GREECE IS COMMITTED to reforms that are vital if it is to avert bankruptcy, the Finance Minister said in remarks published today, warning the next few weeks were crucial for its future in the euro.
Troika
The comments by Yannis Stournaras came ahead of a meeting today with officials from the “troika” of international creditors – the European Union, the European Central Bank and the International Monetary Fund – on budget cuts needed to unlock the next tranche of aid under a massive bailout package.
“The country is committed to implementing a series of measures and reforms to revive the economy and permanently remove the threat of bankruptcy,” Stournaras told the Ethnos newspaper.
He acknowledged that Greeks have had to endure “major sacrifices” as the new coalition government imposes tough austerity measures, including salary and pension cuts, demanded by its creditors in return for aid.

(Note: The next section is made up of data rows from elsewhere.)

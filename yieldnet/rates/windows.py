"""Where growth is exponential: the longest run of samples on one straight line.

The line is that of ln(biomass) over time, biomass being the whole of the vessel with what the
samples took put back, so that feed and samples do not bend it. A window passes when chi-square,
with the stated errors, is not beyond its 95 % limit, and when its slope is positive beyond two
standard deviations. The longest window that passes is taken; of several as long, the one that
grows fastest. Four samples are the least, since two degrees of freedom are the fewest with which a
bend and a single outlier can both show.
"""

from __future__ import annotations

from typing import TYPE_CHECKING

from yieldnet.model.case import BAND
from yieldnet.rates.constants import CONFIDENCE
from yieldnet.rates.result import Estimate, TriedWindow
from yieldnet.rates.straight_line import fit_straight_line

if TYPE_CHECKING:
    from collections.abc import Sequence

__all__ = ["LEAST_SAMPLES", "find_window", "try_windows"]

LEAST_SAMPLES = 4
"""Fewest samples of a window that is looked for [-]."""


def find_window(
    times: Sequence[float], logarithms: Sequence[float], sds: Sequence[float]
) -> tuple[TriedWindow | None, tuple[TriedWindow, ...]]:
    """Longest window of straight growth, and all that were tried.

    Parameters
    ----------
    times : sequence of float
        Times of the samples [h].
    logarithms : sequence of float
        ln(biomass) [-].
    sds : sequence of float
        Standard deviations of those, each positive and independent [-].

    Returns
    -------
    tuple of (TriedWindow or None, tuple of TriedWindow)
        The window, if one passes, and all windows tried, longest first; shorter ones than the
        window found are not tried.

    Examples
    --------
    >>> found, tried = find_window([0, 1, 2, 3, 4], [0, 0.5, 1, 1.5, 1.5], [0.01] * 5)
    >>> found.start, found.end, len(tried)
    (0, 3, 3)
    """
    tried: list[TriedWindow] = []
    for size in range(len(times), LEAST_SAMPLES - 1, -1):
        of_size = try_windows(times, logarithms, sds, size)
        tried += of_size
        passing = [item for item in of_size if item.passes]
        if passing:
            return max(passing, key=lambda item: item.growth_rate.value), tuple(tried)
    return None, tuple(tried)


def try_windows(
    times: Sequence[float], logarithms: Sequence[float], sds: Sequence[float], samples: int
) -> list[TriedWindow]:
    """All windows of so many samples.

    Parameters
    ----------
    times : sequence of float
        Times of the samples [h].
    logarithms : sequence of float
        ln(biomass) [-].
    sds : sequence of float
        Standard deviations of those [-].
    samples : int
        Samples in a window, at least two [-].

    Returns
    -------
    list of TriedWindow
        In the order of time.
    """
    return [
        _try(times[at : at + samples], logarithms[at : at + samples], sds[at : at + samples])
        for at in range(len(times) - samples + 1)
    ]


def _try(times: Sequence[float], logarithms: Sequence[float], sds: Sequence[float]) -> TriedWindow:
    line = fit_straight_line(times, logarithms, sds)
    chance = 0.0 if line.p_value is None else line.p_value
    return TriedWindow(
        start=times[0],
        end=times[-1],
        samples=len(times),
        growth_rate=Estimate(value=line.slope, sd=line.slope_sd),
        chi_square=line.chi_square,
        degrees_of_freedom=line.degrees_of_freedom,
        p_value=chance,
        passes=chance >= 1 - CONFIDENCE and line.slope > BAND * line.slope_sd,
    )
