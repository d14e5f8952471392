"""The straight line of ln(biomass) over time: where the window is, and where the fit starts."""

from __future__ import annotations

from dataclasses import dataclass
from math import exp, log, sqrt
from typing import TYPE_CHECKING

from yieldnet.model.cultivation import Reading
from yieldnet.model.network import BIOMASS
from yieldnet.rates.straight_line import fit_straight_line
from yieldnet.rates.values import Notes, deviation, nominal
from yieldnet.rates.windows import LEAST_SAMPLES, find_window, try_windows

if TYPE_CHECKING:
    from collections.abc import Iterator, Sequence

    from yieldnet.model.cultivation import Series
    from yieldnet.rates.liquids import Liquids
    from yieldnet.rates.result import TriedWindow
    from yieldnet.rates.values import Values

__all__ = ["GrowthLine", "find_growth_line", "shorter_growth_lines"]

LEAST_CHOSEN = 3
"""Fewest samples of biomass in a window that the run names: two always lie on a line [-]."""


@dataclass(frozen=True, slots=True, kw_only=True)
class GrowthLine:
    """Window with its straight line.

    Parameters
    ----------
    rows : range
        Rows of the window, without a gap.
    growth_rate : float
        Slope [1/h].
    biomass : float
        In the vessel at the first row of the window [g].
    tried : tuple of TriedWindow
        All windows that were tried; empty for a chosen one.
    """

    rows: range
    growth_rate: float
    biomass: float
    tried: tuple[TriedWindow, ...]


@dataclass(frozen=True, slots=True, kw_only=True)
class _Point:
    """ln(biomass in the vessel, with what the samples took put back) of one row."""

    row: int
    time: float
    logarithm: float
    sd: float


def _shares(liquids: Liquids) -> list[float]:
    """Share of everything that the samples before each row have left [-]."""
    shares = [1.0]
    for volume, sample in zip(liquids.volumes, liquids.sampled, strict=True):
        taken = 0.0 if volume is None else nominal(sample) / nominal(volume)
        shares.append(shares[-1] * (1 - taken))
    return shares


def _points(
    values: Values, series: Series, liquids: Liquids, shares: Sequence[float], notes: Notes
) -> list[_Point]:
    run = values.run
    found = []
    for row, reading in enumerate(series.readings):
        volume = liquids.volumes[row]
        if reading is None or volume is None:
            continue
        if reading.value <= 0 or not reading.sd:
            notes.assume(
                "a sample without biomass above zero, or without an error, is not in the straight"
                " line of ln(biomass)"
            )
            continue
        # What all samples share, such as the calibration, moves no slope.
        variance = (reading.sd / reading.value) ** 2
        if run.volume is not None and not isinstance(run.volume, Reading):
            variance += (deviation(volume) / nominal(volume)) ** 2
        amount = nominal(values.broth(BIOMASS, row)) * nominal(volume) / shares[row]
        found.append(_Point(row=row, time=run.times[row], logarithm=log(amount), sd=sqrt(variance)))
    return found


def _line(
    points: Sequence[_Point],
    rows: range,
    values: Values,
    shares: Sequence[float],
    tried: tuple[TriedWindow, ...],
) -> GrowthLine:
    line = fit_straight_line(
        [point.time for point in points],
        [point.logarithm for point in points],
        [point.sd for point in points],
    )
    start = line.intercept + line.slope * values.run.times[rows[0]]
    return GrowthLine(
        rows=rows, growth_rate=line.slope, biomass=shares[rows[0]] * exp(start), tried=tried
    )


def find_growth_line(
    values: Values, series: Series, liquids: Liquids, notes: Notes
) -> GrowthLine | None:
    """Window of exponential growth: as the run names it, or the longest that is straight.

    Parameters
    ----------
    values : Values
        Values of the run.
    series : Series
        Readings of biomass.
    liquids : Liquids
        Volumes.
    notes : Notes
        Takes findings and assumptions.

    Returns
    -------
    GrowthLine or None
        ``None`` where a finding says why not.
    """
    run = values.run
    shares = _shares(liquids)
    points = _points(values, series, liquids, shares, notes)
    if run.window is not None:
        first, last = run.window
        inside = [row for row, time in enumerate(run.times) if first <= time <= last]
        usable = [point for point in points if first <= point.time <= last]
        if len(usable) < LEAST_CHOSEN:
            notes.findings.add(
                "YN822",
                f"the window from {first:g} to {last:g} h has too few samples of biomass",
                run.span,
                left=f"samples with biomass above zero: {len(usable)}",
                right=f"needed: {LEAST_CHOSEN}",
                hint="Take a longer window, let it be looked for, or take the method"
                " 'start and end'.",
            )
            return None
        return _line(usable, range(inside[0], inside[-1] + 1), values, shares, ())
    found, tried = find_window(
        [point.time for point in points],
        [point.logarithm for point in points],
        [point.sd for point in points],
    )
    if found is None:
        best = max(tried, key=lambda item: item.p_value, default=None)
        notes.findings.add(
            "YN823",
            "no run of samples grows exponentially within its errors",
            series.span or run.span,
            left=f"windows of {LEAST_SAMPLES} samples or more: {len(tried)}",
            right=f"best p = {best.p_value:.2g} from {best.start:g} to {best.end:g} h, slope"
            f" {best.growth_rate.value:.3g} ± {best.growth_rate.sd:.2g} 1/h"
            if best
            else f"samples with biomass above zero: {len(points)}",
            hint="Check the errors of biomass, name a window, or take the method 'start and end'.",
        )
        return None
    notes.assume(
        f"the window was looked for: the longest run of {LEAST_SAMPLES} samples or more whose"
        " ln(biomass) is straight at 95 % and rises"
    )
    within = [point for point in points if found.start <= point.time <= found.end]
    rows = range(within[0].row, within[-1].row + 1)
    return _line(within, rows, values, shares, tried)


def shorter_growth_lines(
    values: Values, series: Series, liquids: Liquids, line: GrowthLine
) -> Iterator[GrowthLine]:
    """Windows inside another whose ln(biomass) is straight: longest first, then fastest.

    Parameters
    ----------
    values : Values
        Values of the run.
    series : Series
        Readings of biomass.
    liquids : Liquids
        Volumes.
    line : GrowthLine
        The window they lie in.

    Returns
    -------
    iterator of GrowthLine
        Each with at least the samples that a window needs which is looked for.
    """
    shares = _shares(liquids)
    points = [
        point
        for point in _points(values, series, liquids, shares, Notes())
        if point.row in line.rows
    ]
    columns = (
        [point.time for point in points],
        [point.logarithm for point in points],
        [point.sd for point in points],
    )
    for samples in range(len(points) - 1, LEAST_SAMPLES - 1, -1):
        passing = [item for item in try_windows(*columns, samples) if item.passes]
        for item in sorted(passing, key=lambda window: -window.growth_rate.value):
            within = [point for point in points if item.start <= point.time <= item.end]
            rows = range(within[0].row, within[-1].row + 1)
            yield _line(within, rows, values, shares, ())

The coming weeks are crucial for the country’s survival because if we go down a different path than logic tells us, it could drive us outside the eurozone and into bankruptcy.
Budget cuts
The troika is seeking budget cuts of another €11.5 billion to unlock a €31.5 billion loan disbursement in September as part of Greece’s latest €130 billion rescue package.
The cuts, applicable in 2013 and 2014, were originally to have been finalised last month but back-to-back elections postponed the decision.
Stournaras said he hoped that Greece could emerge from its deep recession by speeding up a privatisation programme  and structural reforms which are also being sought by its international creditors.
Greece was given a lifeline last week when the ECB agreed on a move which will give Athens access to another four billion euro of funds and ensure its financial survival until September, a German newspaper reported yesterday.